"""Fore- and after-period drift: straight lines, or Newton's law fitted jointly to both periods.

Both models describe the drift rate as a straight line in temperature, g(T) = s_f − k·(T − T_f),
where T_f and s_f are the fitted temperature and drift rate at the centre time of the fore-period:

* ``linear`` (the classic ISO 1928 Annex C form): a straight line in time through each period;
  k = (s_f − s_a)/(T_a − T_f) from the two slopes and mean temperatures (Regnault–Pfaundler).
* ``newtonian``: both periods follow dT/dt = k(T∞ − T) with one k and one T∞, so each period is an
  exponential approach, T(t) = T_ref + s·(1 − e^(−k(t − t_ref)))/k. For a fixed k the model is
  linear in (T_f, T_a, s_f), so k is found by a one-dimensional search (variable projection).

Choice (``model="auto"``): both models have four parameters. Newton's law is the physical model
(the linear form is its limit for k·period → 0, and straight lines extrapolated to the ends of a
long curved period are biased even where noise hides the curvature), so it is taken unless the
linear model's Akaike information criterion (Akaike 1974, AIC = n·ln(RSS/n) + 2p) is lower by more
than 2, i.e. unless the data contradict Newton's law (e.g. drift rates that do not fall on one line
in temperature).

Uncertainties use the sandwich form: parameter changes are a linear map P of the readings
(P = (JᵀJ)⁻¹Jᵀ), each reading has the residual variance of its own period, inflated by
(1 + ρ)/(1 − ρ) for the lag-1 autocorrelation ρ of that period's residuals. Readings of the fore- and
after-period are independent, so their contributions to any derived result are reported apart.
"""

from __future__ import annotations

import math
from dataclasses import dataclass

import numpy as np

from heatlog.errors import ReductionError
from heatlog.orderstats import median
from heatlog.solvers import minimize_bounded

MODELS = ("linear", "newtonian")
AIC_MARGIN = 2.0


def _expo(k: float, dt: np.ndarray | float) -> np.ndarray:
    """(1 − e^(−k·dt))/k, which tends to dt as k → 0."""
    dt = np.asarray(dt, dtype=float)
    if abs(k) < 1e-14:
        return dt
    return -np.expm1(-k * dt) / k


def expo_rows(ks: np.ndarray, dt: np.ndarray) -> np.ndarray:
    """:func:`_expo` for every k of ``ks``, one row each (each row equals the single call)."""
    k = np.asarray(ks, dtype=float)[:, None]
    tiny = np.abs(k) < 1e-14
    return np.where(tiny, dt, -np.expm1(-k * dt) / np.where(tiny, 1.0, k))


@dataclass(frozen=True, eq=False)
class DriftFit:
    """A drift model fitted to a fore-period and an after-period.

    ``params`` = (T_f, T_a, s_f, s_a) for ``linear`` or (T_f, T_a, s_f, k) for ``newtonian``;
    T_f, T_a are the fitted temperatures at the period centre times ``t_f``, ``t_a``; s_f, s_a the
    drift rates there (K/s).
    """

    model: str
    params: np.ndarray
    t_f: float
    t_a: float
    fore_t: np.ndarray
    fore_y: np.ndarray
    after_t: np.ndarray
    after_y: np.ndarray
    gain: np.ndarray  # P: d(params)/d(readings), shape (4, n_fore + n_after)
    sigma: np.ndarray  # standard uncertainty of each reading (fore rows, then after rows)
    rss: float

    # ----- the model -----
    @property
    def k_per_s(self) -> float:
        tf, ta, sf, last = self.params
        if self.model == "newtonian":
            return float(last)
        return float((sf - last) / (ta - tf)) if ta != tf else math.nan

    @property
    def s_a(self) -> float:
        tf, ta, sf, last = self.params
        return float(last) if self.model == "linear" else float(sf - last * (ta - tf))

    @property
    def t_inf_C(self) -> float:
        k = self.k_per_s
        return float(self.params[0] + self.params[2] / k) if k and math.isfinite(k) else math.nan

    def rate(self, temp: np.ndarray | float) -> np.ndarray:
        """Drift rate g(T) = s_f − k(T − T_f) in K/s."""
        return self.params[2] - self.k_per_s * (np.asarray(temp, dtype=float) - self.params[0])

    def fore(self, t: np.ndarray | float) -> np.ndarray:
        tf, _, sf, _ = self.params
        dt = np.asarray(t, dtype=float) - self.t_f
        return tf + sf * (dt if self.model == "linear" else _expo(self.params[3], dt))

    def after(self, t: np.ndarray | float) -> np.ndarray:
        ta = self.params[1]
        dt = np.asarray(t, dtype=float) - self.t_a
        if self.model == "linear":
            return ta + self.s_a * dt
        return ta + self.s_a * _expo(self.params[3], dt)

    def with_params(self, params: np.ndarray) -> DriftFit:
        return DriftFit(
            self.model,
            np.asarray(params, dtype=float),
            self.t_f,
            self.t_a,
            self.fore_t,
            self.fore_y,
            self.after_t,
            self.after_y,
            self.gain,
            self.sigma,
            self.rss,
        )

    # ----- statistics -----
    @property
    def n(self) -> int:
        return int(self.fore_t.size + self.after_t.size)

    @property
    def aic(self) -> float:
        return self.n * math.log(max(self.rss, 1e-300) / self.n) + 2 * 4

    @property
    def sigma_fore(self) -> float:
        return float(median(self.sigma[: self.fore_t.size]))

    @property
    def sigma_after(self) -> float:
        return float(median(self.sigma[self.fore_t.size :]))

    def covariance(self) -> np.ndarray:
        g = self.gain * self.sigma
        return g @ g.T

    def split_u(self, grad: np.ndarray) -> tuple[float, float]:
        """Standard uncertainties of a result with gradient ``grad`` (w.r.t. params) from the
        fore-period readings and from the after-period readings."""
        w = (np.asarray(grad, dtype=float) @ self.gain) * self.sigma
        nf = self.fore_t.size
        return float(np.sqrt(np.sum(w[:nf] ** 2))), float(np.sqrt(np.sum(w[nf:] ** 2)))

    def u_of(self, func, step_scale: float = 1e-3) -> tuple[float, float, np.ndarray]:
        """Fore and after uncertainty of ``func(fit)`` by central differences on the params."""
        cov = self.covariance()
        grad = np.zeros(4)
        for i in range(4):
            h = (
                step_scale * math.sqrt(cov[i, i])
                if cov[i, i] > 0
                else 1e-9 * max(abs(self.params[i]), 1e-6)
            )
            p_hi = self.params.copy()
            p_lo = self.params.copy()
            p_hi[i] += h
            p_lo[i] -= h
            grad[i] = (func(self.with_params(p_hi)) - func(self.with_params(p_lo))) / (2 * h)
        uf, ua = self.split_u(grad)
        return uf, ua, grad

    def k_and_t_inf(self) -> tuple[float, float, float, float]:
        """k (1/s) and T∞ (°C) with their standard uncertainties (NaN where undefined)."""
        uf, ua, _ = self.u_of(lambda f: f.k_per_s)
        u_k = math.hypot(uf, ua)
        t_inf = self.t_inf_C
        u_t = math.nan
        if math.isfinite(t_inf):
            uf, ua, _ = self.u_of(lambda f: f.t_inf_C)
            u_t = math.hypot(uf, ua)
        return self.k_per_s, u_k, t_inf, u_t

    def to_dict(self) -> dict[str, object]:
        k, u_k, t_inf, u_t = self.k_and_t_inf()
        return {
            "model": self.model,
            "k_per_s": k,
            "u_k_per_s": u_k,
            "T_inf_C": t_inf,
            "u_T_inf_C": u_t,
            "fore": {
                "t_ref_s": self.t_f,
                "T_ref_C": self.params[0],
                "rate_K_per_s": self.params[2],
            },
            "after": {"t_ref_s": self.t_a, "T_ref_C": self.params[1], "rate_K_per_s": self.s_a},
            "aic": self.aic,
            "noise_fore_K": self.sigma_fore,
            "noise_after_K": self.sigma_after,
        }


def residual_sigma(res: np.ndarray, dof: float) -> float:
    """Residual standard deviation inflated for lag-1 autocorrelation (effective sample size)."""
    n = res.size
    s2 = float(np.sum(res**2)) / max(dof, 1.0)
    if n > 3 and s2 > 0:
        rho = float(np.sum(res[1:] * res[:-1]) / np.sum(res**2))
        rho = min(max(rho, 0.0), 0.9)
        s2 *= (1 + rho) / (1 - rho)
    return math.sqrt(s2)


def _design(model: str, k: float, tf_, ta_, t_f: float, t_a: float) -> np.ndarray:
    """Jacobian of the stacked (fore, after) model w.r.t. the linear params for fixed k."""
    nf, na = tf_.size, ta_.size
    if model == "linear":
        j = np.zeros((nf + na, 4))
        j[:nf, 0] = 1.0
        j[:nf, 2] = tf_ - t_f
        j[nf:, 1] = 1.0
        j[nf:, 3] = ta_ - t_a
        return j
    ef = _expo(k, tf_ - t_f)
    ea = _expo(k, ta_ - t_a)
    # fore: Tf + sf*ef ; after: Ta + (sf - k(Ta - Tf))*ea
    j = np.zeros((nf + na, 3))
    j[:nf, 0] = 1.0
    j[:nf, 2] = ef
    j[nf:, 0] = k * ea
    j[nf:, 1] = 1.0 - k * ea
    j[nf:, 2] = ea
    return j


def design_stack(
    ks: np.ndarray, tf_: np.ndarray, ta_: np.ndarray, t_f: float, t_a: float
) -> np.ndarray:
    """:func:`_design` of the Newtonian model for every k of ``ks``, stacked (k, row, column);
    each layer equals the single call element by element."""
    k = np.asarray(ks, dtype=float)[:, None]
    ef = expo_rows(ks, tf_ - t_f)
    ea = expo_rows(ks, ta_ - t_a)
    nf = tf_.size
    j = np.zeros((k.size, nf + ta_.size, 3))
    j[:, :nf, 0] = 1.0
    j[:, :nf, 2] = ef
    j[:, nf:, 0] = k * ea
    j[:, nf:, 1] = 1.0 - k * ea
    j[:, nf:, 2] = ea
    return j


def _solve(j: np.ndarray, y: np.ndarray) -> tuple[np.ndarray, float]:
    p, *_ = np.linalg.lstsq(j, y, rcond=None)
    r = y - j @ p
    return p, float(r @ r)


def _fit(
    model: str, ft, fy, at, ay, k_fixed: float | None = None, lin: DriftFit | None = None
) -> DriftFit:
    """One drift model fitted; the Newtonian search starts from the linear fit's k (``lin``, the
    linear fit of the same periods when the caller has it)."""
    t_f = float(ft.mean())
    t_a = float(at.mean())
    y = np.concatenate([fy, ay])
    nf = ft.size
    if model == "linear":
        j = _design("linear", 0.0, ft, at, t_f, t_a)
        p, rss = _solve(j, y)
        params = p
        jac = j
    else:
        k0 = (lin if lin is not None else _fit("linear", ft, fy, at, ay)).k_per_s
        span = max(ft[-1] - ft[0], at[-1] - at[0], at[-1] - ft[0]) or 1.0
        kmax = 20.0 / span

        def rss_of(k: float) -> float:
            # normal equations: a 3x3 solve per trial k (the final fit uses lstsq)
            j = _design(model, k, ft, at, t_f, t_a)
            try:
                p = np.linalg.solve(j.T @ j, j.T @ y)
            except np.linalg.LinAlgError:
                return _solve(j, y)[1]
            r = y - j @ p
            return float(r @ r)

        def rss_grid(ks: np.ndarray) -> np.ndarray:
            # rss_of for a whole grid at once (stacked normal equations)
            j = design_stack(ks, ft, at, t_f, t_a)
            jt = np.swapaxes(j, 1, 2)
            try:
                p = np.linalg.solve(jt @ j, (jt @ y)[:, :, None])
            except np.linalg.LinAlgError:  # a singular layer: one by one, as rss_of handles it
                return np.array([rss_of(k) for k in ks])
            r = y - (j @ p)[:, :, 0]
            return np.einsum("mn,mn->m", r, r)

        grid = np.concatenate([[-0.5 / span, 0.0], np.geomspace(1e-3 / span, kmax, 25)])
        if math.isfinite(k0) and -0.5 / span < k0 < kmax:
            grid = np.sort(np.append(grid, k0))
        if k_fixed is not None:  # k found elsewhere (a surroundings model, ``surroundings``)
            grid = np.array([float(k_fixed)])
        vals = rss_grid(grid)
        i = int(np.argmin(vals))
        lo, hi = grid[max(i - 1, 0)], grid[min(i + 1, grid.size - 1)]
        if hi > lo:
            k = minimize_bounded(rss_of, lo, hi, xatol=1e-12 + 1e-9 * abs(grid[i]))[0]
            if rss_of(k) > vals[i]:
                k = float(grid[i])
        else:
            k = float(grid[i])
        p3, rss = _solve(_design(model, k, ft, at, t_f, t_a), y)
        params = np.array([p3[0], p3[1], p3[2], k])
        # full Jacobian including the k column (numerical)
        base = _design(model, k, ft, at, t_f, t_a)
        h = 1e-6 * max(abs(k), 1.0 / span)
        dk = (
            _design(model, k + h, ft, at, t_f, t_a) @ p3
            - _design(model, k - h, ft, at, t_f, t_a) @ p3
        ) / (2 * h)
        jac = np.column_stack([base, dk])
    jtj = jac.T @ jac
    try:
        gain = np.linalg.solve(jtj, jac.T)
    except np.linalg.LinAlgError:
        raise ReductionError(
            "the fore- and after-period drifts cannot be fitted (too few distinct readings); "
            "log longer periods before and after the event"
        ) from None
    fit_y = jac[:, :3] @ params[:3] if model == "newtonian" else jac @ params
    res = y - fit_y
    sf = residual_sigma(res[:nf], nf - 2)
    sa = residual_sigma(res[nf:], y.size - nf - 2)
    sigma = np.concatenate([np.full(nf, sf), np.full(y.size - nf, sa)])
    return DriftFit(model, params, t_f, t_a, ft, fy, at, ay, gain, sigma, rss)


@dataclass(frozen=True)
class DriftChoice:
    chosen: DriftFit
    linear: DriftFit
    newtonian: DriftFit
    criterion: str


def fit_drift(
    fore_t: np.ndarray,
    fore_y: np.ndarray,
    after_t: np.ndarray,
    after_y: np.ndarray,
    model: str = "auto",
    k_fixed: float | None = None,
) -> DriftChoice:
    """Fit both drift models and pick one (``auto``: AIC, see the module docstring).

    ``k_fixed`` fixes the Newtonian k (found with a surroundings model) and takes that model.
    """
    if model not in (*MODELS, "auto"):
        raise ReductionError(f"unknown drift model {model!r}; use linear, newtonian or auto")
    lin = _fit("linear", fore_t, fore_y, after_t, after_y)
    newt = _fit("newtonian", fore_t, fore_y, after_t, after_y, k_fixed, lin)
    if k_fixed is not None:
        return DriftChoice(newt, lin, newt, "newtonian with k from the surroundings model")
    if model == "auto":
        pick_linear = lin.aic < newt.aic - AIC_MARGIN
        chosen = lin if pick_linear else newt
        why = f"AIC newtonian {newt.aic:.1f} vs linear {lin.aic:.1f}: " + (
            "straight lines fit clearly better, the drift is not Newtonian; linear"
            if pick_linear
            else "Newton's law is not contradicted by the data; newtonian"
        )
    else:
        chosen = lin if model == "linear" else newt
        why = f"{model} requested"
    return DriftChoice(chosen, lin, newt, why)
^^^^
Exercise brief.
Copy out, from the records above, every line that holds the string "criterion".

Solution for this exercise.
linear model's Akaike information criterion (Akaike 1974, AIC = n·ln(RSS/n) + 2p) is lower by more
    criterion: str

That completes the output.